Ja, das Reitmount und den Betakey für WOW habe ich.


----------



## Nightalb (6. Mai 2012)

schau mal in deinen Battlenet account 
dort sollte * Diablo3 Global aktiv * stehen.

Draufklicken.
bzw. *in Warteschlange* dann musst du halt warten.

(es gibt nur einen Pre Download, Key ist schon beigefügt.
aber Restinstall natürlich erst am 15.05. + Dayone Patch)

Die Größe des Dayone Patches ist nicht bekannt.
Aus vielen Querverweisen und Foren tippe ich auf 2GB.
a
Solltest du keine Eintrag im B-net haben = unbedingt
Kundenhotline anrufen, da ist was extrem schief gelaufen.
(sowas repariert sich nicht selber^^)

MfG Escort


----------



## Murk (6. Mai 2012)

Ja, denke ich eher das da was schiefgelaufen ist. Denn ausser vorbestellen ist da nichts machbar.

War es richtig die 0800'er Nummer des Kundendienstes ?? Denn auf mein Ticket kommt auch keine Antwort.

Trotzdem schon mal danke.


----------



## Dagonzo (6. Mai 2012)

Murk schrieb:


> War es richtig die 0800'er Nummer des Kundendienstes ?? Denn auf mein Ticket kommt auch keine Antwort.


Kein Wunder, da es ja nichts mit WoW zu tun hat. Wie sollte dir da ein GM helfen können?
Die 0800er ist schon die richtige.


----------



## Murk (6. Mai 2012)

Dagonzo schrieb:


> Kein Wunder, da es ja nichts mit WoW zu tun hat. Wie sollte dir da ein GM helfen können?
> Die 0800er ist schon die richtige.



Ne, das Ticket habe ich im Account erstellt, nicht im Spiel.


----------



## Nightalb (6. Mai 2012)

ticket mag dauern, es ist WE, d.h. geringe Bluepräsens (die sind jetzt in Paris und machen Party, schließlich ist morgen/heute ein super wichtiger Tag in Frankreich!)
.. aber die Hotline für DE ist in DE, ich würde mich nicht auf Email verlassen, sondern permanent die Hotline anrufen^^

MfG Grey


----------



## Murk (6. Mai 2012)

Ja, werde auch heute da mal anrufen, ist ja wohl offenbar was total daneben gelaufen.

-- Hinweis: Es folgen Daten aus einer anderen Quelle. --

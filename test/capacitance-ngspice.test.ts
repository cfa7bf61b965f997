/**
 * Device capacitances against ngspice 39 Level 1 (Meyer model with overlaps,
 * junctions from CJ, MJ, PB, CJSW, MJSW, FC and AD, AS, PD, PS). Seeded random
 * cards and bias points cover NMOS and PMOS, saturation, triode, the smoothed
 * band near threshold, depletion, accumulation, reverse body bias, a forward
 * biased junction beyond FC·PB and VDS reversed. ngspice reports what its
 * Level 1 model stamps: @m[cgs] and @m[cgd] include the overlaps CGSO·W and
 * CGDO·W, @m[cgb] includes CGBO·L, @m[cbd] and @m[cbs] are the junction
 * capacitances at the operating point. All five must agree to 1e-6 relative.
 */
import fc from "fast-check";
import { describe, expect, it } from "vitest";
import { device, operatingPoint, volts, amperesPerVoltSquared, perVolt, sqrtVolts, meters, type DeviceCard } from "../lib/index.js";
import { deviceCapacitances } from "../lib/device/capacitance.js";
import { capacitanceModelParams, spiceNumber } from "../lib/bias/spice.js";
import { Derivation } from "../lib/record/derivation.js";
import { runNgspice } from "./support/ngspice.js";
import { expectReevaluates } from "./support/reevaluate.js";

const seed = 20261202;
const kinds = ["saturation", "triode", "weak", "depletion", "accumulation", "reversed", "forward-junction"] as const;

interface Case {
  card: DeviceCard;
  w: number;
  l: number;
  geom: { ad: number; as: number; pd: number; ps: number };
  vgs: number;
  vds: number;
  vsb: number;
  kind: (typeof kinds)[number];
}

const caseArb = (i: number) =>
  fc
    .record({
      pmos: fc.boolean(),
      vt0: fc.double({ min: 0.4, max: 1.0, noNaN: true }),
      kp: fc.double({ min: 20e-6, max: 200e-6, noNaN: true }),
      lambda: fc.double({ min: 0, max: 0.08, noNaN: true }),
      gamma: fc.double({ min: 0, max: 0.8, noNaN: true }),
      phi: fc.double({ min: 0.5, max: 0.9, noNaN: true }),
      tox: fc.double({ min: 5e-9, max: 60e-9, noNaN: true }),
      cgso: fc.double({ min: 0, max: 6e-10, noNaN: true }),
      cgdo: fc.double({ min: 0, max: 6e-10, noNaN: true }),
      cgbo: fc.double({ min: 0, max: 4e-10, noNaN: true }),
      cj: fc.double({ min: 1e-4, max: 1e-3, noNaN: true }),
      mj: fc.double({ min: 0.3, max: 0.6, noNaN: true }),
      pb: fc.double({ min: 0.6, max: 1.0, noNaN: true }),
      cjsw: fc.double({ min: 1e-11, max: 5e-10, noNaN: true }),
      mjsw: fc.double({ min: 0.2, max: 0.5, noNaN: true }),
      w: fc.double({ min: 2e-6, max: 100e-6, noNaN: true }),
      l: fc.double({ min: 0.5e-6, max: 5e-6, noNaN: true }),
      ldif: fc.double({ min: 1e-6, max: 5e-6, noNaN: true }),
      a: fc.double({ min: 0.05, max: 0.95, noNaN: true }),
      b: fc.double({ min: 0.05, max: 0.95, noNaN: true }),
      vsb: fc.double({ min: 0, max: 2, noNaN: true }),
    })
    .map((r): Case => {
      const kind = kinds[i % kinds.length]!;
      const s = r.pmos ? -1 : 1;
      const card: DeviceCard = {
        name: `c${i}`,
        polarity: r.pmos ? "pmos" : "nmos",
        vt0: volts(s * r.vt0),
        kp: amperesPerVoltSquared(r.kp),
        lambda: perVolt(r.lambda),
        gamma: sqrtVolts(r.gamma),
        phi: volts(r.phi),
        capacitance: { tox: meters(r.tox), cgso: r.cgso as never, cgdo: r.cgdo as never, cgbo: r.cgbo as never, cj: r.cj as never, mj: r.mj as never, pb: volts(r.pb), cjsw: r.cjsw as never, mjsw: r.mjsw as never },
        provenance: "invented: seeded random oracle card",
      };
      // Bias in device polarity, chosen relative to the zero-bias threshold; the body effect moves Vt up, so bands are wide.
      let vgs = 0;
      let vds = 0;
      let vsb = r.vsb;
      const vt = r.vt0 + r.gamma * (Math.sqrt(r.phi + vsb) - Math.sqrt(r.phi));
      switch (kind) {
        case "saturation":
          vgs = vt + 0.2 + 2 * r.a;
          vds = vgs - vt + 0.1 + 3 * r.b;
          break;
        case "triode":
        case "reversed":
          vgs = vt + 0.5 + 2 * r.a;
          vds = (vgs - vt) * (0.1 + 0.8 * r.b);
          break;
        case "weak":
          vgs = vt - (r.phi / 2) * 0.9 * r.a;
          vds = 1 + r.b;
          break;
        case "depletion":
          vgs = vt - r.phi * (0.55 + 0.4 * r.a);
          vds = 1 + r.b;
          break;
        case "accumulation":
          vgs = vt - r.phi - 0.2 - r.a;
          vds = 1 + r.b;
          break;
        case "forward-junction":
          vsb = -(0.45 + 0.1 * r.a) * r.pb; // body above the source by more than FC·PB with FC = 0.5 (default)
          vgs = vt + 0.5 + r.a;
          vds = 2 + r.b;
          break;
      }
      if (kind === "reversed") vds = -vds;
      const ad = r.w * r.ldif * (0.5 + r.a);
      return { card, w: r.w, l: r.l, geom: { ad, as: r.w * r.ldif, pd: 2 * (r.w + r.ldif), ps: 2 * (r.w + r.ldif) * (0.5 + r.b) }, vgs: s * vgs, vds: s * vds, vsb: s * vsb, kind };
    });

const cases: Case[] = Array.from({ length: 70 }, (_, i) => fc.sample(caseArb(i), { seed: seed + i, numRuns: 1 })[0]!);

describe("device capacitances against ngspice 39 Level 1", () => {
  it("Cgs, Cgd, Cgb, Cbd, Cbs agree to 1e-6 relative in every region, NMOS and PMOS", () => {
    const lines: string[] = [];
    const prints: string[] = [];
    cases.forEach((c, i) => {
      lines.push(`.model m${i} ${c.card.polarity} level=1 vto=${spiceNumber(c.card.vt0)} kp=${spiceNumber(c.card.kp)} lambda=${spiceNumber(c.card.lambda!)} gamma=${spiceNumber(c.card.gamma!)} phi=${spiceNumber(c.card.phi!)}${Object.entries(capacitanceModelParams(c.card)).map(([k, v]) => ` ${k}=${spiceNumber(v)}`).join("")}`);
      // Source at 0 V; gate, drain and body by their voltages to the source.
      lines.push(`vg${i} g${i} 0 ${spiceNumber(c.vgs)}`, `vd${i} d${i} 0 ${spiceNumber(c.vds)}`, `vb${i} b${i} 0 ${spiceNumber(-c.vsb)}`);
      lines.push(`m${i} d${i} g${i} 0 b${i} m${i} W=${spiceNumber(c.w)} L=${spiceNumber(c.l)} AD=${spiceNumber(c.geom.ad)} AS=${spiceNumber(c.geom.as)} PD=${spiceNumber(c.geom.pd)} PS=${spiceNumber(c.geom.ps)}`);
      for (const q of ["cgs", "cgd", "cgb", "cbd", "cbs"]) prints.push(`print @m${i}[${q}]`);
    });
    const got = new Map(runNgspice({ circuit: lines.join("\n"), control: ["op", ...prints].join("\n") }));
    const seen = new Set<string>();
    cases.forEach((c, i) => {
      const dev = { ...device(c.card, meters(c.w), meters(c.l)), diffusion: c.geom as never };
      const op = operatingPoint(dev, { vgs: volts(c.vgs), vds: volts(c.vds), vsb: volts(c.vsb) });
      const rec = new Derivation("capacitances");
      const ours = deviceCapacitances(dev, op, "oracle", rec);
      if (i < 14) expectReevaluates(rec);
      const pairs: Array<[string, number]> = [
        ["cgs", ours.cgs],
        ["cgd", ours.cgd],
        ["cgb", ours.cgb],
        ["cbd", ours.cdb],
        ["cbs", ours.csb],
      ];
      for (const [q, v] of pairs) {
        const ref = got.get(`@m${i}[${q}]`);
        expect(ref, `@m${i}[${q}] printed`).toBeDefined();
        const tol = 1e-6 * Math.max(Math.abs(ref!), 1e-18);
        expect(Math.abs(v - ref!), `${c.kind} ${c.card.polarity} case ${i} ${q}: ours ${v} ngspice ${ref}`).toBeLessThanOrEqual(tol);
      }
      seen.add(`${c.kind}/${c.card.polarity}`);
    });
    expect(seen.size).toBeGreaterThanOrEqual(10);
  });
});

Das Ticket, nur so nebenbei, erstellte ich vor 3 Tagen....


----------



## Tikume (6. Mai 2012)

Das Aufkommen von Supportanfragen ist ja nicht immer gleich, genausowenig wie die Besetzung des Supports. Wenn die grade nen größeren Backlog haben sind 3 Tage nichts.


----------



## Murk (6. Mai 2012)

Hallo zusammen,



so, der Support hat es beantwortet und gleich auch bearbeitet.

Folgender Fehler war drin : Der Jahrespass hat sich automatisch deaktiviert.


Komischerweise war ja die Panda-Beta und das Reitmount nicht deaktiviert, dieses Problem hatten, so sagte er es, schon mehere.

Dann wollen wir mal den Teufel laden....


----------



## Davatar (7. Mai 2012)

Gut freu Dich, aber denk dran, dass Du das Spiel erst am 15. spielen kannst


----------